The configuration of the second driving unit 700 will be described with reference to FIG. 15.

The second driving unit 700 may include a movable body 710, a driving magnet 720, a driving coil 730, a detection sensor 740, and a circuit board 750. However, the configuration of the second driving unit 700 is not limited to the members described above. In an example, the second driving unit 700 may further include a ball bearing 760.

The movable body 710 may be disposed inside the housing 62. For example, the movable body 710 may be disposed while maintaining a predetermined distance from the bottom of the housing 62 or may be disposed to partially contact the bottom of the housing 62. The movable body 710 may be configured to accommodate the second lens group 300. In an example, a receiving portion 712 may be formed in the movable body 710 to accommodate the second lens group 300. The movable body 710 may be configured to move in the direction of the second optical axis C2. Specifically, the movable body 710 may be moved along the second optical axis C2 while being combined with the second lens group 300. In an example, a ball bearing 760 may be disposed between the movable body 710 and the housing 62 to allow the movable body 710 to move smoothly.

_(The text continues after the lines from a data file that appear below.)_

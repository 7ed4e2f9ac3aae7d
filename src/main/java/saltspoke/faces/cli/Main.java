package saltspoke.faces.cli;

/** Entry point of the runnable jar. */
public final class Main {
  private Main() {}

  public static void main(String[] args) {
    System.out.println("saltspoke");
  }
}
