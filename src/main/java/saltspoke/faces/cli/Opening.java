package saltspoke.faces.cli;

import java.nio.file.Path;
import saltspoke.faces.Answers;
import saltspoke.fields.DataSet;

/** Opens the data set that a command line names, else the shipped one. */
final class Opening {
  private Opening() {}

  static DataSet dataSet(Path directory) {
    return directory == null ? DataSet.shipped() : DataSet.in(directory);
  }

  static Answers answers(Path directory) {
    return new Answers(dataSet(directory));
  }
}
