package saltspoke.atmosphere.stations;

import java.util.Arrays;
import saltspoke.sources.hourly.HourlyQuantity;
import saltspoke.sources.hourly.HourlyRow;

/**
 * The hours (or days) of one station and one year, each in its place whatever the order of the
 * rows. Made once and used again for year after year, so that memory does not grow with an archive.
 */
public final class YearHours {
  static final int MONTHS = 12;
  private static final int DAY = 24;
  private static final int LONGEST_YEAR = 366;
  private static final int HALF_HOUR = 30;
  private static final int[] DAYS = {31, 28, 31, 30, 31, 30, 31, 31, 30, 31, 30, 31};
  private static final HourlyQuantity[] QUANTITIES = HourlyQuantity.values();

  /** The quantities up to here are those of hours; days have the rest too. */
  private static final int HOURLY = HourlyQuantity.DAY_MINIMUM.ordinal();

  private final double[][] values = new double[QUANTITIES.length][LONGEST_YEAR * DAY];

  /** Minutes from the full hour of the report that is kept, plus 1; 0 where there is none. */
  private final byte[] reported = new byte[LONGEST_YEAR * DAY];

  private final int[] firstDay = new int[MONTHS + 1];
  private boolean daily;
  private int year;
  private long rows;
  private long impossible;
  private long duplicates;

  /** Begins a year; 0 stands for a typical year of 365 days. */
  public void begin(int newYear, boolean isDaily) {
    year = newYear;
    daily = isDaily;
    rows = 0;
    impossible = 0;
    duplicates = 0;
    Arrays.fill(reported, (byte) 0);
    for (int m = 0; m < MONTHS; m++) {
      firstDay[m + 1] = firstDay[m] + DAYS[m] + (m == 1 && leap(year) ? 1 : 0);
    }
    for (double[] column : values) {
      Arrays.fill(column, 0, slots(), Double.NaN);
    }
  }

  private static boolean leap(int year) {
    return year != 0 && year % 4 == 0 && (year % 100 != 0 || year % 400 == 0);
  }

  /**
   * Puts a row into its place. Of several reports for an hour the one nearest to it counts, the
   * first of those alike; the others are counted as duplicates.
   */
  public void put(HourlyRow row) {
    rows++;
    impossible += row.impossible();
    int day = firstDay[row.month() - 1] + row.day() - 1;
    int slot = daily ? day : day * DAY + row.hour() + (row.minute() >= HALF_HOUR ? 1 : 0);
    if (slot >= slots()) {
      // The last half hour of a year belongs to the next one, which has its own hour 0.
      duplicates++;
      return;
    }
    int off = 1 + (row.minute() >= HALF_HOUR ? 60 - row.minute() : row.minute());
    if (reported[slot] != 0) {
      duplicates++;
      if (reported[slot] <= off) {
        return;
      }
    }
    reported[slot] = (byte) off;
    int quantities = daily ? QUANTITIES.length : HOURLY;
    for (int q = 0; q < quantities; q++) {
      values[q][slot] = row.get(QUANTITIES[q]);
    }
  }

  int year() {
    return year;
  }

  boolean isDaily() {
    return daily;
  }

  long rows() {
    return rows;
  }

  long impossible() {
    return impossible;
  }

  long duplicates() {
    return duplicates;
  }

  /** Places in this year: its hours, or its days. */
  int slots() {
    return firstDay[MONTHS] * perDay();
  }

  int perDay() {
    return daily ? 1 : DAY;
  }

  /** First place of a month, 0..11; with 12 the end of the year. */
  int from(int month) {
    return firstDay[month] * perDay();
  }

  boolean isReported(int slot) {
    return reported[slot] != 0;
  }

  /** The values of a quantity by place, NaN where missing; the tests strike out in it. */
  double[] of(HourlyQuantity quantity) {
    return values[quantity.ordinal()];
  }
}
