package saltspoke.faces.cli;

import java.util.List;
import java.util.Locale;
import saltspoke.advice.Advice;
import saltspoke.advice.Change;
import saltspoke.advice.PairingAdvice;
import saltspoke.advice.StateTimes;
import saltspoke.faces.Texts;

/** Advice as plain text: the place, the pairings ranked, why, what one change buys, cautions. */
final class AdviceText {
  private static final int MOST_CHANGES = 6;

  /** Of the air's many flags these are told here too: they say that a person's own file counted. */
  private static final String MOVED_BY_MEASUREMENTS = "air-corrected-";

  private AdviceText() {}

  static String of(Advice advice, Texts texts) {
    StringBuilder out = new StringBuilder();
    AirText.place(out, advice.air().place(), texts);
    out.append(texts.say(advice.air().summary())).append('\n');
    advice.air().flags().stream()
        .filter(note -> note.code().startsWith(MOVED_BY_MEASUREMENTS))
        .forEach(note -> AirText.line(out, "%s", texts.say(note)));
    AirText.line(out, "Profile: %s", advice.request().profile().title());
    out.append("\nfirst  every  replace  seized, months   pairing\n");
    out.append(" look              by  (10–50–90 %)     rim / nipple / interface / spoke\n");
    for (PairingAdvice pairing : advice.pairings()) {
      AirText.line(
          out,
          "%5s  %5s  %7s  %-15s  %s / %s / %s / %s",
          texts.format(pairing.firstLookMonths()),
          texts.format(pairing.everyMonths()),
          pairing.replaceByMonths() == null ? ">240" : texts.format(pairing.replaceByMonths()),
          times(pairing.seizedMonths(), texts),
          pairing.pairing().rim(),
          pairing.pairing().nipple(),
          pairing.pairing().between(),
          pairing.pairing().spoke());
    }
    out.append("Months from now. A dash: cannot occur with these materials.\n");
    PairingAdvice focus = advice.pairings().get(0);
    if (advice.pairings().size() == 1) {
      AirText.line(
          out,
          "\nFirst visible attack (%s): %s months; loss of a head or bed (%s): %s months",
          focus.firstAttackMonths().part(),
          times(focus.firstAttackMonths(), texts),
          focus.headLossMonths().part(),
          times(focus.headLossMonths(), texts));
      AirText.notes(out, "\nWhy:", focus.reasons(), texts);
    }
    changes(out, advice.changes(), texts);
    AirText.notes(
        out,
        "\nA look (" + focus.lookKind() + ", about " + focus.lookMinutes() + " min):",
        advice.look(),
        texts);
    AirText.notes(out, "\nStop riding when:", advice.stopSigns(), texts);
    AirText.notes(out, "\nCautions:", advice.cautions(), texts);
    if (!advice.flags().isEmpty()) {
      AirText.notes(out, "\nTo know:", advice.flags(), texts);
    }
    return out.toString();
  }

  private static void changes(StringBuilder out, List<Change> changes, Texts texts) {
    if (changes.isEmpty()) {
      return;
    }
    out.append("\nWhat one change buys:\n");
    changes.stream()
        .limit(MOST_CHANGES)
        .forEach(
            change ->
                AirText.line(
                    out,
                    "  %s First look at %s months, × %s (%s)",
                    texts.say(change.what()),
                    texts.format(change.firstLookMonths()),
                    texts.format(change.factor()),
                    change.cost()));
  }

  private static String times(StateTimes times, Texts texts) {
    if (times.notApplicable()) {
      return "–";
    }
    return month(times.p10(), texts)
        + "–"
        + month(times.median(), texts)
        + "–"
        + month(times.p90(), texts);
  }

  private static String month(Double months, Texts texts) {
    if (months == null) {
      return ">240";
    }
    Locale locale = Locale.forLanguageTag(texts.language());
    return String.format(locale, months < 9.95 ? "%.1f" : "%.0f", months);
  }
}
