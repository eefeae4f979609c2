// npm run calibrate -- [topic] [--replicates N] [--seed S] [--designs TEXT]: measures what the program claims by simulation, on all
// cores. Progress goes to stderr; the table to stdout; the last line is one JSON object. Without a topic it lists them.
import { readdirSync } from 'node:fs';
import { availableParallelism } from 'node:os';
import { parseArgs } from 'node:util';
import { isMainThread, parentPort, Worker, workerData } from 'node:worker_threads';
import { installPackages } from './install.mjs';

/** Replicates handed to a thread at once. */
const BLOCK = 20;

async function topicOf(name) {
  const { runnerImport } = await import('vite');
  const { module } = await runnerImport(`./test/calibration/${name}.ts`, { configFile: false, logLevel: 'error' });
  return module.topic;
}

/** A seed for each replicate of each design that no other shares. */
const seedOf = (seed, design, replicate) => seed * 1_000_003 + design * 10_000_019 + replicate;

if (isMainThread) await main();
else await serve();

async function serve() {
  const topic = await topicOf(workerData.topic);
  parentPort.on('message', ({ design, from, to }) => {
    const outcomes = [];
    for (let i = from; i < to; i++) outcomes.push(topic.run(topic.designs[design], seedOf(workerData.seed, design, i)));
    parentPort.postMessage({ design, from, outcomes });
  });
  parentPort.postMessage('ready');
}

async function main() {
  const { values, positionals } = parseArgs({
    allowPositionals: true,
    options: { replicates: { type: 'string' }, seed: { type: 'string' }, designs: { type: 'string' } },
  });
  const topics = readdirSync(new URL('../test/calibration', import.meta.url))
    .filter((file) => file.endsWith('.ts') && file !== 'topic.ts')
    .map((file) => file.slice(0, -3));
  const [name] = positionals;
  if (!topics.includes(name)) {
    console.log(`npm run calibrate -- topic [--replicates N] [--seed S]\ntopics: ${topics.join(', ')}`);
    process.exit(name === undefined ? 0 : 1);
  }
  installPackages();
  const topic = await topicOf(name);
  const replicates = Number(values.replicates ?? topic.replicates);
  const seed = Number(values.seed ?? 1);
  if (!(replicates >= 1) || !Number.isInteger(seed)) throw new RangeError('Replicates and seed must be whole numbers.');
  const wanted = topic.designs
    .map((design, index) => ({ design, index }))
    .filter(({ design }) => topic.describe(design).includes(values.designs ?? ''));
  const countOf = (index) => Math.ceil(replicates * (topic.share?.(topic.designs[index]) ?? 1));
  const outcomes = new Map(wanted.map(({ index }) => [index, new Array(countOf(index))]));
  const blocks = wanted.flatMap(({ index }) =>
    Array.from({ length: Math.ceil(countOf(index) / BLOCK) }, (_, b) => ({
      design: index,
      from: b * BLOCK,
      to: Math.min(countOf(index), (b + 1) * BLOCK),
    })),
  );
  await runBlocks(blocks, { topic: name, seed }, ({ design, from, outcomes: part }, done) => {
    part.forEach((outcome, i) => (outcomes.get(design)[from + i] = outcome));
    process.stderr.write(`\r${name}: ${done} of ${blocks.length} blocks, ${topic.describe(topic.designs[design])}    `);
  });
  process.stderr.write('\n');
  const rows = wanted.flatMap(({ design, index }) => topic.rows(design, outcomes.get(index)));
  for (const row of rows) console.log(lineOf(row));
  const judged = rows.filter(({ goal }) => goal !== null);
  console.log(
    `${judged.filter(passes).length} of ${judged.length} rows with a goal meet it, ${replicates} replicates, seed ${seed}`,
  );
  console.log(JSON.stringify({ topic: name, replicates, seed, rows }));
}

/** A row passes when what was observed, two standard errors either way, meets its goal. */
function passes({ goal, observed, standardError }) {
  return observed + 2 * standardError >= goal[0] && observed - 2 * standardError <= goal[1];
}

function lineOf(row) {
  const figure = `${row.observed.toFixed(4)} ± ${row.standardError.toFixed(4)}`;
  const goal = row.goal === null ? '' : `goal ${row.goal[0]} … ${row.goal[1]}  ${passes(row) ? 'met' : 'MISSED'}`;
  return `${row.name.padEnd(44)} ${row.design.padEnd(30)} ${figure.padEnd(20)} ${goal}`;
}

function runBlocks(blocks, workerData, take) {
  return new Promise((resolve, reject) => {
    let next = 0;
    let done = 0;
    const threads = Array.from({ length: Math.min(availableParallelism(), blocks.length) }, () => {
      const thread = new Worker(new URL(import.meta.url), { workerData });
      thread.on('error', reject);
      thread.on('message', (message) => {
        if (message !== 'ready') take(message, ++done);
        if (next < blocks.length) thread.postMessage(blocks[next++]);
        else void thread.terminate();
        if (done === blocks.length) resolve();
      });
      return thread;
    });
    if (threads.length === 0) resolve();
  });
}
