// npm run bench: times likelihood evaluations and whole fits, prints a table and, as its last line, one JSON object.
import { installPackages } from './install.mjs';

installPackages();
const { runnerImport } = await import('vite');
const { module } = await runnerImport('./test/bench/bench.ts', { configFile: false, logLevel: 'error' });
module.bench((line) => console.log(line));
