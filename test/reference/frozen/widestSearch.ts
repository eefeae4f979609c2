import type { Candidate } from '../../../workers/contract/candidate.ts';
import { prepareLikelihood } from '../../../workers/estimation/prepareLikelihood.ts';
import { isAdmissible } from '../../../workers/estimation/search/admissibility.ts';
import { climb, type Terrain } from '../../../workers/estimation/search/climb.ts';
import { SearchSpace } from '../../../workers/estimation/search/searchSpace.ts';
import { settleOnFace } from '../../../workers/estimation/search/settleOnFace.ts';
import { createRandom } from '../../../workers/numeric/random.ts';

const OPTIONS = { maximumIterations: 150, gain: 1e-8 };

/**
 * The highest admissible maximum that many climbs from random places find, half of them along a random face of the MA
 * set: no screening, no reasons, only patience. −Infinity where none converged.
 */
export function widestSearch(values: Float64Array, candidate: Candidate, climbs: number, seed: number): number {
  const prepared = prepareLikelihood({ values, candidate });
  if (!prepared.ok) throw new Error(JSON.stringify(prepared.failure));
  const likelihood = prepared.value;
  const space = new SearchSpace(candidate.order, candidate.zeroLags);
  const terrain: Terrain = {
    space,
    likelihood: (coefficients, gradient) => likelihood.concentratedWithGradient(coefficients, gradient),
    height: (coefficients) => likelihood.concentrated(coefficients).logLikelihood,
    readings: likelihood.readingsUsed,
    season: candidate.order.s,
  };
  const random = createRandom(seed);
  const faces = space.faces();
  let best = -Infinity;
  for (let i = 0; i < climbs; i++) {
    const x = Float64Array.from({ length: space.dimension }, () => 1.98 * (random.uniform() - 0.5));
    const held = new Int8Array(space.dimension);
    if (i % 2 === 1 && faces.length > 0) {
      const { coordinate, value } = faces[random.integer(faces.length)]!;
      held[coordinate] = value;
      x[coordinate] = value;
    }
    const end = settleOnFace(terrain, climb(terrain, x, held, OPTIONS), OPTIONS);
    if (end.status !== 'converged' || !space.place(end.x)) continue;
    if (isAdmissible(space.coefficients, candidate.order.s)) best = Math.max(best, end.logLikelihood);
  }
  return best;
}
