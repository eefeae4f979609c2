// npm run fuzz -- [files] [seed]: reads many damaged files (100 000 unless said otherwise); see test/properties/readingFuzz.test.ts.
import { spawnSync } from 'node:child_process';

const [files = '100000', seed = String(Date.now() % 2 ** 31)] = process.argv.slice(2);
console.log(`${files} damaged files, seed ${seed}`);
const { status } = spawnSync(
  process.execPath,
  ['node_modules/vitest/vitest.mjs', 'run', 'test/properties/readingFuzz.test.ts'],
  {
    stdio: 'inherit',
    env: { ...process.env, FUZZ_FILES: files, FUZZ_SEED: seed },
  },
);
process.exit(status ?? 1);
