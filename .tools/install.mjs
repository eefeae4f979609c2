// Installs what is missing: the packages of the lock file and, for the tests, a Chromium.
import { spawnSync } from 'node:child_process';
import { createHash } from 'node:crypto';
import { accessSync, constants, existsSync, readFileSync, writeFileSync } from 'node:fs';
import { delimiter, join } from 'node:path';

const stamp = 'node_modules/.installed-lock';
const run = (command, args, options = {}) =>
  spawnSync(command, args, { stdio: 'inherit', shell: process.platform === 'win32', ...options });

/** Runs `npm ci` unless node_modules already matches the lock file. */
export function installPackages() {
  const lock = createHash('sha256').update(readFileSync('package-lock.json')).digest('hex');
  if (existsSync(stamp) && readFileSync(stamp, 'utf8') === lock) return;
  console.log('Installing the packages of package-lock.json (once) …');
  const { status } = run('npm', ['ci', '--no-fund', '--no-audit']);
  if (status !== 0) {
    console.error('npm ci failed: is the npm registry reachable? Nothing else was changed; run the command again.');
    process.exit(1);
  }
  writeFileSync(stamp, lock);
}

const names = ['chromium', 'chromium-browser', 'google-chrome', 'google-chrome-stable', 'chrome'];
const fixedPlaces = [
  '/Applications/Google Chrome.app/Contents/MacOS/Google Chrome',
  '/Applications/Chromium.app/Contents/MacOS/Chromium',
  'C:\\Program Files\\Google\\Chrome\\Application\\chrome.exe',
];

function isExecutable(path) {
  try {
    accessSync(path, constants.X_OK);
    return true;
  } catch {
    return false;
  }
}

function onThisMachine() {
  const fromPath = (process.env.PATH ?? '')
    .split(delimiter)
    .flatMap((folder) => names.map((name) => join(folder, name)));
  return [process.env.CHROMIUM_PATH ?? '', ...fromPath, ...fixedPlaces].find(
    (path) => path !== '' && isExecutable(path),
  );
}

async function fromPlaywright() {
  const { chromium } = await import('@playwright/test');
  const path = chromium.executablePath();
  return existsSync(path) ? path : undefined;
}

/**
 * Path of a Chromium for the tests: one already on the machine, else the one Playwright downloads, else Debian's
 * package. Says what it does; exits with a sentence when none can be had.
 */
export async function findChromium() {
  const present = onThisMachine() ?? (await fromPlaywright());
  if (present !== undefined) return present;
  console.log('No Chromium found; asking Playwright to download one …');
  if (run('npx', ['playwright', 'install', 'chromium']).status === 0) {
    const downloaded = await fromPlaywright();
    if (downloaded !== undefined) return downloaded;
  }
  if (existsSync('/usr/bin/apt-get') && process.getuid?.() === 0) {
    console.log("Playwright could not download one; installing Debian's chromium package …");
    run('apt-get', ['update', '-qq']);
    run('apt-get', ['install', '-y', '-qq', 'chromium']);
    const installed = onThisMachine();
    if (installed !== undefined) return installed;
  }
  console.error(
    'No Chromium could be installed. Install one, or set CHROMIUM_PATH to its program, and run npm test again.',
  );
  process.exit(1);
}
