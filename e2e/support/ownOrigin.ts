import type { BrowserContext } from '@playwright/test';

/** Collects every request that leaves the page's own origin (blob: and data: stay inside the page). */
export function watchOrigin(context: BrowserContext, origin: string): string[] {
  const foreign: string[] = [];
  const note = (url: string) => {
    if (/^(blob|data|about):/.test(url)) return;
    if (new URL(url).origin !== new URL(origin).origin) foreign.push(url);
  };
  context.on('request', (request) => note(request.url()));
  context.on('page', (page) => page.on('websocket', (socket) => note(socket.url())));
  return foreign;
}
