// npm run frozen -- [from] [to] [climbs]: searches the frozen records and improves the stored maxima by so many climbs of
// the widest search each (none unless said otherwise); see test/reference/frozenSearch.test.ts.
import { spawnSync } from 'node:child_process';

const [from = '0', to = '1000', climbs = '0'] = process.argv.slice(2);
const { status } = spawnSync(
  process.execPath,
  ['node_modules/vitest/vitest.mjs', 'run', 'test/reference/frozenSearch.test.ts', '--disable-console-intercept'],
  { stdio: 'inherit', env: { ...process.env, FROZEN_FROM: from, FROZEN_TO: to, FROZEN_CLIMBS: climbs } },
);
process.exit(status ?? 1);
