import type { Candidate } from '../../../workers/contract/candidate.ts';
import { candidateOf } from '../../../workers/model/candidateOf.ts';
import { partialToCoefficients } from '../../../workers/model/partialToCoefficients.ts';
import { createRandom, type Random } from '../../../workers/numeric/random.ts';

export const FROZEN_RECORDS = 1000;
const RUN_IN = 400;

/**
 * One of the frozen records: simulated by the recursion from its index as seed, with a candidate that is often larger
 * than the model that made it. n from 25 to 2000, p and q up to 3; every fourth record is seasonal or has gaps.
 */
export function frozenRecord(index: number): { values: Float64Array; candidate: Candidate } {
  const random = createRandom(1_000_003 + index);
  const special = index % 4 === 3;
  const seasonal = special && index % 8 === 3;
  const most = seasonal ? 2 : 3;
  let [p, q] = [random.integer(most + 1), random.integer(most + 1)];
  if (p + q === 0) [p, q] = [1, 1];
  const s = seasonal ? [4, 7, 12][random.integer(3)]! : 0;
  const [P, Q] = seasonal ? [[1, 0] as const, [0, 1] as const, [1, 1] as const][random.integer(3)]! : [0, 0];
  const least = seasonal ? 6 * s + 20 : 25;
  const n = Math.round(least * (2000 / least) ** random.uniform());

  const ar = factor(random, random.integer(p + 1), 0.98, 1);
  const ma = factor(random, random.integer(q + 1), 0.98, -1);
  const seasonalAr = factor(random, P, 0.9, 1);
  const seasonalMa = factor(random, Q, 0.9, -1);
  const shocks = Float64Array.from({ length: n + RUN_IN }, () => random.normal());
  const moved = recursion(recursion(shocks, [], ma, 1), [], seasonalMa, Math.max(1, s));
  const values = recursion(recursion(moved, ar, [], 1), seasonalAr, [], Math.max(1, s)).slice(RUN_IN);
  if (special && !seasonal) {
    for (let gap = 0; gap < n / 12; gap++) values[random.integer(n)] = NaN;
  }
  const order = { p, d: 0, q, P, D: 0, Q, s };
  return { values, candidate: candidateOf({ order, level: 'mean' }) };
}

function factor(random: Random, length: number, most: number, sign: 1 | -1): number[] {
  const partials = Float64Array.from({ length }, () => most * (2 * random.uniform() - 1));
  const coefficients = new Float64Array(length);
  partialToCoefficients(partials, coefficients);
  return Array.from(coefficients, (value) => sign * value);
}

/** x_t = u_t + Σ θ_j u_{t−js} + Σ φ_i x_{t−is}, from nothing. */
function recursion(u: Float64Array, ar: readonly number[], ma: readonly number[], stride: number): Float64Array {
  const x = new Float64Array(u.length);
  for (let t = 0; t < u.length; t++) {
    let value = u[t]!;
    ma.forEach((theta, j) => (value += theta * (u[t - (j + 1) * stride] ?? 0)));
    ar.forEach((phi, i) => (value += phi * (x[t - (i + 1) * stride] ?? 0)));
    x[t] = value;
  }
  return x;
}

Specifically, the ball bearing 760 may be disposed between the groove 42h of the housing 62 and the groove 714h of the movable body 710.

The driving magnet 720 and the driving coil 730 may be formed in the movable body 710 and the housing 62, respectively. For example, the driving magnet 720 may be formed on both sides of the movable body 710, and the driving coil 730 may be disposed in the through hole 62c of the housing 62, using the substrate 750 as a medium. The driving magnet 720 and the driving coil 730 may be disposed to face each other. The driving magnet 720 and driving coil 730 configured in this manner may move the second lens group 300 and the movable body 710. For example, the driving magnet 720 and the driving coil 730 may move the second lens group 300 and the movable body 710 in the direction of the second optical axis C2. For reference, the driving magnet 720 is preferably formed long in the direction of the second optical axis C2 so that it may interact with the driving coil 730 even in a changed position of the movable body 710.

The camera module 60 configured as above includes all the features of the camera module 50 described above and has the feature of being able to adjust the focal length of the camera module through the second driving unit 700.

As set forth above, a camera module according to an embodiment may be mounted on a small portable terminal.

In addition, a camera module according to an embodiment may enable high-resolution imaging and shooting while having a long focal length.